# Help: Worldmark Housekeeping Charge question



## Cathyb (Sep 23, 2008)

I gave 9000 Worldmark credits to RCI for a one bedroom Wyndham Grand Resort in Las Vegas for a family birthday gathering.

Yesterday I get a $63 bill from Worldmark for Housekeeping.  Is this normal when it is an RCI 'exchange' into a Wyndham (not Worldmark) resort?  

Can someone explain the connection please    Thank you in advance.


----------



## ladycody (Sep 23, 2008)

I believe that when you deposit to RCI or II...they include a hskg token to cover hskg in which case you would not be charged.  If you didnt have a token available...that may explain why you are now seeing the charge.


----------



## yumdrey (Sep 23, 2008)

It happened to me before. I exchanged my WM with Marriott 2BR through II and WM sent me a bill for $70. They said I used my tokens already (for the previous reservations), so I need to pay for this new exchange. I made 4 exchanges and paid one token fee.


----------



## LLW (Sep 23, 2008)

Cathyb said:


> I gave 9000 Worldmark credits to RCI for a one bedroom Wyndham Grand Resort in Las Vegas for a family birthday gathering.
> 
> Yesterday I get a $63 bill from Worldmark for Housekeeping.  Is this normal when it is an RCI 'exchange' into a Wyndham (not Worldmark) resort?
> 
> Can someone explain the connection please    Thank you in advance.
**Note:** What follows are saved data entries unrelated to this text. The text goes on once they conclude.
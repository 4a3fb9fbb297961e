"""The whole search end to end on the committed demo data, checked against its truth file.

One search run (through the command line) serves most checks; it uses the committed demo
data and the demo config's modest toy count, so it takes seconds.
"""

from __future__ import annotations

import hashlib
import json
import math
from html.parser import HTMLParser
from pathlib import Path

import numpy as np
import pytest

from peaksift.cli import main

REPO_DIR = Path(__file__).resolve().parents[1]
DEMO = REPO_DIR / "demo_data"
CONFIG = DEMO / "search.toml"
TRUTH = DEMO / "truth.json"

pytestmark = pytest.mark.skipif(not TRUTH.exists(), reason="demo data not generated")

PNG_SIGNATURE = b"\x89PNG\r\n\x1a\n"  # PNG specification (ISO/IEC 15948), section 5.2
#: the demo config's [systematics] switched off, for tests that do not read them
NO_SYSTEMATICS = {"systematics__mass_scale": 0.0, "systematics__mass_resolution": 0.0,
                  "systematics__background_families": []}


@pytest.fixture(scope="module")
def run(tmp_path_factory):
    out = tmp_path_factory.mktemp("search") / "demo_out"
    import io
    from contextlib import redirect_stdout

    buf = io.StringIO()
    with redirect_stdout(buf):
        rc = main(["search", str(CONFIG), "--out", str(out), "--quiet"])
    assert rc == 0
    results = json.loads((out / "results.json").read_text())
    return {"out": out, "stdout": buf.getvalue(), "results": results,
            "truth": json.loads(TRUTH.read_text())}


def test_results_json_has_every_key_with_sane_types(run):
    r = run["results"]
    assert isinstance(r["peaksift_version"], str)
    assert isinstance(r["config"], dict) and r["config"]["spectrum"]["window"] == [110.0, 200.0]
    inp = r["input"]
    assert isinstance(inp["files"], list) and inp["files"]
    for k in ("events_read", "events_selected", "candidates"):
        assert isinstance(inp[k], int) and inp[k] > 0
    assert inp["events_read"] >= inp["events_selected"] >= 1
    assert isinstance(inp["cutflow"], dict) and all(isinstance(v, int)
                                                    for v in inp["cutflow"].values())
    fit = r["fit"]
    assert isinstance(fit["valid"], bool)
    for k in ("peak_mass", "width", "signal_yield", "background_yield"):
        assert isinstance(fit[k]["value"], float) and isinstance(fit[k]["error"], float)
        assert fit[k]["error"] >= 0
    assert set(fit["gof"]) >= {"chi2", "ndf", "p_value"}
    assert isinstance(fit["gof"]["ndf"], int) and 0 <= fit["gof"]["p_value"] <= 1
    scan = r["scan"]
    n = len(scan["masses"])
    assert n > 20
    for k in ("z_local", "p_local", "signal_yield"):
        assert len(scan[k]) == n and all(isinstance(x, float) for x in scan[k])
    assert scan["masses"] == sorted(scan["masses"])
    best = r["best"]
    for k in ("mass", "z_local", "p_local", "z_global", "p_global"):
        assert isinstance(best[k], float)
    assert isinstance(best["global_method"], str)
    lim = r["limits"]
    nl = len(lim["masses"])
    assert nl > 5
    for k in ("observed", "expected", "expected_minus2", "expected_minus1", "expected_plus1",
              "expected_plus2"):
        assert len(lim[k]) == nl and all(isinstance(x, float) and x > 0 for x in lim[k])
    # the expected bands are ordered (Cowan et al. 2011, sec. 4.3: median with +-1, +-2 sigma)
    for i in range(nl):
        assert (lim["expected_minus2"][i] <= lim["expected_minus1"][i] <= lim["expected"][i]
                <= lim["expected_plus1"][i] <= lim["expected_plus2"][i])
    assert isinstance(lim["unit"], str)
    assert isinstance(r["known_matches"], list)
    pv = r["provenance"]
    assert pv["inputs"] and all(len(f["sha256"]) == 64 for f in pv["inputs"])
    assert len(pv["config_sha256"]) == 64 and isinstance(pv["seed"], int)
    for k in ("python", "numpy", "scipy", "iminuit", "awkward", "pyarrow"):
        assert isinstance(pv["versions"][k], str)
    assert pv["started"] <= pv["finished"] and pv["finished"].endswith("Z")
Anytime you do an exchange, WM has to give RCI/II/etc. a WM unit for one week in exchange for the exchange week that you get. That WM unit needs to be cleaned. So you have to use a HK token/charge for each exchange.


----------



## Cathyb (Sep 23, 2008)

Thanks everyone -- they catch you coming and going, don't they


----------